→ **DESCRIPTION OF THE TASK**:
Starting with the first line and ending with the line that holds "for (const TimedReading& r : readings)", repeat the material exactly.

---

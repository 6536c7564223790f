#pragma once
// Fits of readings over time.

#include <algorithm>
#include <cmath>
#include <optional>
#include <tepor/answers/fit_march.hpp>
#include <tepor/answers/impl/fit.hpp>
#include <tepor/answers/impl/march_forward.hpp>
#include <tepor/solve/march.hpp>

namespace tepor {

namespace detail {

class MarchFitModel final : public FitModel {
  public:
    MarchFitModel(const Body& body, const Initial& start, const Theta& steps, const std::vector<FitBy>& parameters,
                  const std::vector<TimedReading>& readings)
        : body_(body), start_(start), steps_(steps), parameters_(parameters), readings_(readings) {
        for (const TimedReading& r : readings) end_ = std::max(end_, r.time);
        for (const FitBy& by : parameters) slots_.push_back(as_id(body.model()->slot_of(by.parameter)));
    }

    bool evaluate(const std::vector<double>& p, std::vector<double>& y, std::vector<double>& slope) override {
        const std::size_t m = p.size();
        for (std::size_t j = 0; j < m; ++j)
            if (!set_if_allowed(body_, parameters_[j].parameter, p[j])) return false;
        std::optional<March> march;
        try {
            march.emplace(body_, start_, steps_);
            march->record(1e6);
            const double last = std::ceil((end_ - march->time()) / steps_.step - 1e-9);
            for (double k = 0.0; k < std::max(last, 1.0); ++k) march->advance().require();
        } catch (const Error& error) {
            if (error.code() == ErrorCode::not_converged || error.code() == ErrorCode::singular ||
                error.code() == ErrorCode::bad_law || error.code() == ErrorCode::outside_table)
                return false;
            throw;
        }
        const MarchTape& tape = *march->tape();
        const Model& model = *march->shared_model();
        std::vector<Functional> functionals;
        for (const TimedReading& r : readings_) {
            functionals.push_back(compile(model, body_.values(), r.quantity));
            if (!functionals.back().reaction.unknown.empty())
                throw Error(ErrorCode::not_supported, r.quantity.label(),
                            text("fit: ", r.quantity.label(),
                                 " at an instant of a march holds a rate of change; give the face a film, or read "
                                 "temperatures"));
        }
        y.assign(readings_.size(), 0.0);
        slope.assign(readings_.size() * m, 0.0);
        std::vector<double> here(m);
        MarchForward forward(*march, slots_);
        const double begin = tape.legs.front().from;
        forward.run([&](Index leg) {
            const double t = leg < 0 ? begin : tape.legs[as_size(leg)].to;
            const double before = leg < 0 ? t : tape.legs[as_size(leg)].from;
            const double after =
                static_cast<std::size_t>(leg + 1) < tape.legs.size() ? tape.legs[as_size(leg + 1)].to : t;
            const std::vector<double>& T = leg < 0 ? tape.start.T : tape.kept[as_size(leg)].T;
            for (std::size_t i = 0; i < readings_.size(); ++i) {
                // weight of this instant on the straight lines between step ends
                const double at = readings_[i].time;
                double weight = 0.0;
                if (std::abs(at - t) <= 1e-9 * steps_.step)
                    weight = 1.0;
                else if (at > before && at < t)
                    weight = (at - before) / (t - before);
                else if (at > t && at < after)
                    weight = (after - at) / (after - t);
                if (weight < 1e-9) continue;
                y[i] += weight * forward.read(functionals[i], readings_[i].quantity, T.data(), t, here.data());
                for (std::size_t j = 0; j < m; ++j) slope[i * m + j] += weight * here[j];
            }
        });
        return true;
    }

  private:
    Body body_;
    const Initial& start_;
    const Theta& steps_;
    const std::vector<FitBy>& parameters_;
    const std::vector<TimedReading>& readings_;
    std::vector<Id> slots_;
    double end_ = 0.0;
};

} // namespace detail

TEPOR_INLINE Fitted fit(const Body& body, const Initial& start, const Theta& steps,
                        const std::vector<FitBy>& parameters, const std::vector<TimedReading>& readings,
                        const FitOptions& options) {
    detail::validate_fit(body, parameters, readings.size(), options);
    std::vector<detail::LeastSquares::Datum> data;
    for (std::size_t i = 0; i < readings.size(); ++i) {
        detail::validate_reading({readings[i].quantity, readings[i].value, readings[i].uncertainty, {}}, i);
        if (!(readings[i].time >= start.time()))
            throw Error(ErrorCode::outside, readings[i].quantity.label(),
                        detail::text("fit: reading ", i + 1, " is of ", readings[i].time,
                                     " s, before the march starts at ", start.time(), " s"));
        data.push_back({readings[i].value, readings[i].uncertainty});
    }
    detail::MarchFitModel model(body, start, steps, parameters, readings);
    detail::LeastSquares squares(model, parameters, std::move(data), options);
    for (const FitBy& by : parameters) squares.p.push_back(body.value(by.parameter));
    squares.run();
    return FitAccess::make(parameters, squares, readings.size(), nullptr);
}

} // namespace tepor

---

→ **RESULT BELOW**:
repository 6536c7564223790f
#pragma once
// Fits of readings over time.

#include <algorithm>
#include <cmath>
#include <optional>
#include <tepor/answers/fit_march.hpp>
#include <tepor/answers/impl/fit.hpp>
#include <tepor/answers/impl/march_forward.hpp>
#include <tepor/solve/march.hpp>

namespace tepor {

namespace detail {

class MarchFitModel final : public FitModel {
  public:
    MarchFitModel(const Body& body, const Initial& start, const Theta& steps, const std::vector<FitBy>& parameters,
                  const std::vector<TimedReading>& readings)
        : body_(body), start_(start), steps_(steps), parameters_(parameters), readings_(readings) {
        for (const TimedReading& r : readings) end_ = std::max(end_, r.time);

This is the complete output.